Washington's continuous support for the YPG is creating constant outrage among Turkish officials. U.S. President Donald Trump's earlier promise to President Recep Tayyip Erdoğan to discontinue arming the YPG and collecting the weapons it delivered to the Syrian Democratic Forces (SDF) to fight against Daesh after the Raqqa operation was not fulfilled. On the contrary, the Pentagon increased its arms deliveries to the forces in PYD-controlled areas. Either Trump did not tell the truth to Turkish authorities or he is not able to decide key national security issues by himself. No matter what is behind America's decision not to keep Trump's promises to Turkey, Ankara does not hide its frustrations anymore. Turkish-U.S. relations are facing their lowest point since Turkey became a NATO member in 1952, and it seems that things will only get worse if Washington continues to support terrorist elements that threaten Turkey's security. Most people in Turkey perceive that Washington is trying to contain Turkey by using YPG and Gülenist Terror Group (FETÖ) elements. Washington's unfriendly steps and efforts to mislead Turkish authorities with regard to the YPG is helping to strengthen this perception.

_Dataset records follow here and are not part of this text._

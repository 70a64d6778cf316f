/**
 * GET /api/coverage tells an owner at the plant step whether a consultant covers their postal
 * code — the routing's own answer, asked before sending rather than learnt after.
 */
import { afterAll, beforeAll, describe, expect, it } from 'vitest';
import { closeDb, getDb } from '../../src/db/client';
import { regionConsultants, regionPostalPrefixes, regions, user } from '../../src/db/schema';
import { apiErrorSchema } from '../../src/schemas/api-error';
import { coverageAnswerSchema } from '../../src/schemas/coverage';
import { ensureTestRegion, testRegion } from '../support/fixtures';
import { appFetch } from '../support/stack';

/** A region of the tests' own whose only consultant has been deactivated. */
const idleRegion = { slug: 'test-coverage-dry-creek', name: 'Dry Creek', prefix: '2999', email: 'ossian@dry-creek-lagging.example' };

async function ask(country: string, postalCode: string): Promise<Response> {
  return appFetch(`/api/coverage?${new URLSearchParams({ country, postalCode })}`);
}

beforeAll(async () => {
  await ensureTestRegion();
  const db = getDb();
  const [region] = await db
    .insert(regions)
    .values({ slug: idleRegion.slug, name: idleRegion.name, countryCode: 'AU' })
    .onConflictDoUpdate({ target: regions.slug, set: { name: idleRegion.name } })
    .returning({ id: regions.id });
  await db.insert(regionPostalPrefixes).values({ regionId: region!.id, countryCode: 'AU', prefix: idleRegion.prefix }).onConflictDoNothing();
  const [consultant] = await db
    .insert(user)
    .values({ email: idleRegion.email, name: 'Ossian Tarrant', role: 'consultant', emailVerified: true, banned: true })
    .onConflictDoUpdate({ target: user.email, set: { banned: true } })
    .returning({ id: user.id });
  await db.insert(regionConsultants).values({ regionId: region!.id, userId: consultant!.id }).onConflictDoNothing();
});

afterAll(async () => {
  await closeDb();
});

describe('GET /api/coverage', () => {
  it('a code inside a region with an active consultant is covered, by that region', async () => {
    const response = await ask('AU', ' 3564 ');
    expect(response.status).toBe(200);
    expect(coverageAnswerSchema.parse(await response.json())).toEqual({
      countryCode: 'AU',
      postalCode: '3564',
      covered: true,
      regionName: testRegion.name,
    });
  });

  it('a code no region takes is not covered', async () => {
    const response = await ask('AU', '0870');
    expect(response.status).toBe(200);
    expect(coverageAnswerSchema.parse(await response.json())).toEqual({ countryCode: 'AU', postalCode: '0870', covered: false, regionName: null });
  });

  it('a region whose only consultant is deactivated does not count as covered', async () => {
    const response = await ask('au', idleRegion.prefix);
    expect(response.status).toBe(200);
    expect(coverageAnswerSchema.parse(await response.json())).toMatchObject({ covered: false, regionName: null });
  });

  it('a code that is not a postal code of the country is a 400 naming the field and the expected shape', async () => {
    const response = await ask('AU', 'SW1A 1AA');
    expect(response.status).toBe(400);
    const issue = apiErrorSchema.parse(await response.json()).error.issues?.[0];
    expect(issue).toMatchObject({ path: 'postalCode' });
    expect(issue?.message).toContain('it should look like 3056');
  });

  it('a country we do not serve, or no code at all, is a 400 per field', async () => {
    const response = await appFetch('/api/coverage?country=ZZ');
    expect(response.status).toBe(400);
    const paths = apiErrorSchema.parse(await response.json()).error.issues?.map((issue) => issue.path);
    expect(paths?.sort()).toEqual(['country', 'postalCode']);
  });

  it('is described in the OpenAPI document, answer included', async () => {
    const doc = (await (await appFetch('/api/openapi.json')).json()) as {
      paths: Record<string, { get?: { responses: Record<string, unknown> } }>;
      components: { schemas: Record<string, { required?: string[] }> };
    };
    expect(Object.keys(doc.paths['/api/coverage']?.get?.responses ?? {}).sort()).toEqual(['200', '400', '429']);
    expect(doc.components.schemas.Coverage?.required?.sort()).toEqual(['countryCode', 'covered', 'postalCode', 'regionName']);
  });
});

In a speech at the Hoover Institution on Jan. 17, U.S. Secretary of State Rex Tillerson said that the U.S. will continue to maintain its presence in Syria to protect U.S. security interests. He also mentioned the fight against Daesh and al-Qaida and limiting Iran and Hezbollah's influence in Syria as the main objectives of the U.S. presence in Syria. Tillerson added that the U.S. takes Turkey's concerns about the YPG seriously, yet American authorities have done nothing to overcome those concerns. It seems that the Pentagon has long-term plans in Syria, as Tillerson also mentioned rebuilding Syria to prevent hostile elements that may threaten U.S. interests from filling the power vacuum. What disturbs Ankara is Washington's choice of partner in its efforts to redesign northeastern Syria. Turkish authorities are concerned because Washington has never been transparent or honest about its collaboration with YPG forces. It seems that the U.S.-YPG collaboration is turning into a strategic alliance. Ankara believes that Turkey may be one of the targets of this alliance since the Daesh threat is already diminished.
Washington has its own frustrations related to Ankara over the past decade, especially since the U.S. occupation of Iraq in 2003. Turkey was not willing to play the Middle East game along with the U.S. The Pentagon's skepticism about Turkey surged after Parliament denied access to air bases in Turkey for the American invasion of Iraq. However, Washington and Ankara continue their strategic collaboration in many other key security issues. Washington's current alliance with the YPG is shortsighted because it will thwart strategic cooperation between Turkey and the U.S. and could also initiate a proxy military confrontation between the two countries over PYD control of northern Syria. This could destabilize Turkey's security as well as damage the U.S.'s broader strategic interests in some other parts of the region surrounding Turkey.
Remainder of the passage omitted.